BEGIN

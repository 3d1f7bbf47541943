"""Tests of tsunamifocus.studies.settings: the settings a run chooses when the scenario leaves them out.

References: a segment shorter than about two grid cells cannot be told apart by the bathymetry
(common practice, no source); spherical cell sizes from pyproj.Geod (reference library).
"""

from __future__ import annotations

import warnings

import numpy as np
import pytest
from pyproj import Geod

from tsunamifocus.errors import ResolutionWarning
from tsunamifocus.grid import make_grid
from tsunamifocus.io.scenario import parse_scenario
from tsunamifocus.studies.run import _segments_for
from tsunamifocus.studies.settings import DEFAULT_RAY_COUNT, Choice, choose_ray_count, choose_segment_km


def _tenth_degree_grid():
    """A 0.1-degree lon/lat grid (0..360 numbers), ocean with a straight coast at 235.5 E."""
    lon = np.arange(225.0, 240.0 + 1e-9, 0.1)
    lat = np.arange(30.0, 50.0 + 1e-9, 0.1)
    h = np.where(lon[None, :] < 235.5, 3000.0, -100.0) * np.ones((lat.size, 1))
    return make_grid(h, lon, lat, "EPSG:4326")


def test_default_segment_length_is_two_cells_and_does_not_warn(tmp_path):
    d = _tenth_degree_grid()
    c = choose_segment_km(d)
    cell_km = Geod(a=6371008.8, b=6371008.8).inv(0.0, 40.0, 0.0, 40.1)[2] / 1000.0  # 0.1 deg of latitude
    assert c.origin == "default" and c.value >= 2 * cell_km * 0.999 and c.value < 2 * cell_km + 0.2
    assert "2 grid cells of 11.1 km" in c.describe("km")
    # the scenario without segment_km: the run's segmentation raises no ResolutionWarning on an 11 km
    # grid (a fixed 10 km default used to)
    p = tmp_path / "s.toml"
    p.write_text('[bathymetry]\npath = "g.nc"\n[[source]]\nname = "p"\nkind = "point"\nlon = 230\nlat = 40\n')
    sc = parse_scenario(p)
    assert sc.coast.segment_km is None
    with warnings.catch_warnings():
        warnings.simplefilter("error", ResolutionWarning)
        seg = _segments_for(d, sc)
    assert seg["length_m"].min() > 2 * cell_km * 1000.0 * 0.66  # pieces within a factor 1.5 of the target


def test_fine_grid_keeps_the_10_km_floor_and_ray_choice_text():
    x = np.arange(0.0, 200e3, 1000.0)
    d = make_grid(np.full((x.size, x.size), 100.0), x, x, "EPSG:32633")
    assert choose_segment_km(d).value == 10.0
    c = choose_ray_count(None, d, None)
    assert c.value == DEFAULT_RAY_COUNT and c.describe("rays") == f"{DEFAULT_RAY_COUNT} rays (default)"
    assert Choice(2000, "override").describe("rays") == "2000 rays (command-line override)"
    assert Choice(5000, "scenario").to_dict() == {"value": 5000, "origin": "scenario", "why": ""}
    with pytest.raises(AttributeError):
        Choice(1, "default").value = 2  # frozen: a choice is recorded once
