"""Tests of tsunamifocus.studies.inspect (what ``tsunamifocus inspect`` reports).

Outside references: long-wave speed c = sqrt(g h) (Lamb 1932, Hydrodynamics, section 170);
the analytic gradient of c on a linear depth ramp; cell sizes from pyproj.Geod on the sphere.
"""

from __future__ import annotations

import math

import numpy as np
import pytest
from pyproj import Geod

from tsunamifocus.constants import EARTH_RADIUS_M, GRAVITY
from tsunamifocus.grid import make_grid
from tsunamifocus.studies.inspect import RAY_GRADIENT_LIMIT, RESOLVED_CELLS_PER_WAVELENGTH, summarize_grid


def _ramp(nx=200, ny=50, dx=2000.0, h0=1000.0, slope=0.01):
    x = dx * np.arange(nx)
    y = dx * np.arange(ny)
    h = np.broadcast_to(h0 + slope * x, (ny, nx)).copy()
    h[:, :5] = -20.0  # a strip of land
    return make_grid(h, x, y, "EPSG:32633"), x, h


def test_speeds_and_period_limits_on_a_linear_ramp():
    """Speeds are sqrt(g h); the ray-validity period uses |grad c| / c = slope / (2 h) analytically."""
    depth, x, h = _ramp()
    s = summarize_grid(depth)
    sea = h[h > 0]
    assert s["speed_median_ms"] == pytest.approx(math.sqrt(GRAVITY * np.median(sea)), rel=1e-12)
    assert s["speed_max_ms"] == pytest.approx(math.sqrt(GRAVITY * sea.max()), rel=1e-12)
    assert s["land_fraction"] == pytest.approx(5 / 200)
    c_med = math.sqrt(GRAVITY * np.median(sea))
    assert s["shortest_period_s"] == pytest.approx(RESOLVED_CELLS_PER_WAVELENGTH * 2000.0 / c_med, rel=1e-12)
    # d ln c / dx = slope / (2 h); the column beside the land has no centred gradient, so the median
    # runs over the columns from the 7th on
    g50 = float(np.median(0.01 / (2.0 * h[:, 6:])))
    assert s["longest_ray_period_s"] == pytest.approx(RAY_GRADIENT_LIMIT / (c_med * g50), rel=2e-3)


def test_geographic_spacing_in_metres_matches_pyproj():
    """On lon/lat the reported spacing in metres is the parallel arc at mid latitude and the meridian arc."""
    lon = 150.0 + 0.2 * np.arange(40)
    lat = -40.0 + 0.2 * np.arange(30)
    depth = make_grid(np.full((30, 40), 4000.0), lon, lat, "EPSG:4326")
    s = summarize_grid(depth)
    sphere = Geod(a=EARTH_RADIUS_M, b=EARTH_RADIUS_M)
    lat_mid = lat.mean()
    _, _, dx = sphere.inv(150.0, lat_mid, 150.2, lat_mid)
    _, _, dy = sphere.inv(150.0, lat_mid, 150.0, lat_mid + 0.2)
    assert s["spacing_m"][0] == pytest.approx(dx, rel=1e-6)
    assert s["spacing_m"][1] == pytest.approx(dy, rel=1e-9)
    assert s["geographic"] is True and s["shape"] == [30, 40]
    # constant depth: no speed gradient, so no upper period limit
    assert s["longest_ray_period_s"] == math.inf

END

• [Directions for this task]
From the records above, extract exactly and only the lines that begin at the line with "grid cells of" and stop after the line with "x = np.arange(0.0, 200e3, 1000.0)".

• [Response]
    assert "2 grid cells of 11.1 km" in c.describe("km")
    # the scenario without segment_km: the run's segmentation raises no ResolutionWarning on an 11 km
    # grid (a fixed 10 km default used to)
    p = tmp_path / "s.toml"
    p.write_text('[bathymetry]\npath = "g.nc"\n[[source]]\nname = "p"\nkind = "point"\nlon = 230\nlat = 40\n')
    sc = parse_scenario(p)
    assert sc.coast.segment_km is None
    with warnings.catch_warnings():
        warnings.simplefilter("error", ResolutionWarning)
        seg = _segments_for(d, sc)
    assert seg["length_m"].min() > 2 * cell_km * 1000.0 * 0.66  # pieces within a factor 1.5 of the target


def test_fine_grid_keeps_the_10_km_floor_and_ray_choice_text():
    x = np.arange(0.0, 200e3, 1000.0)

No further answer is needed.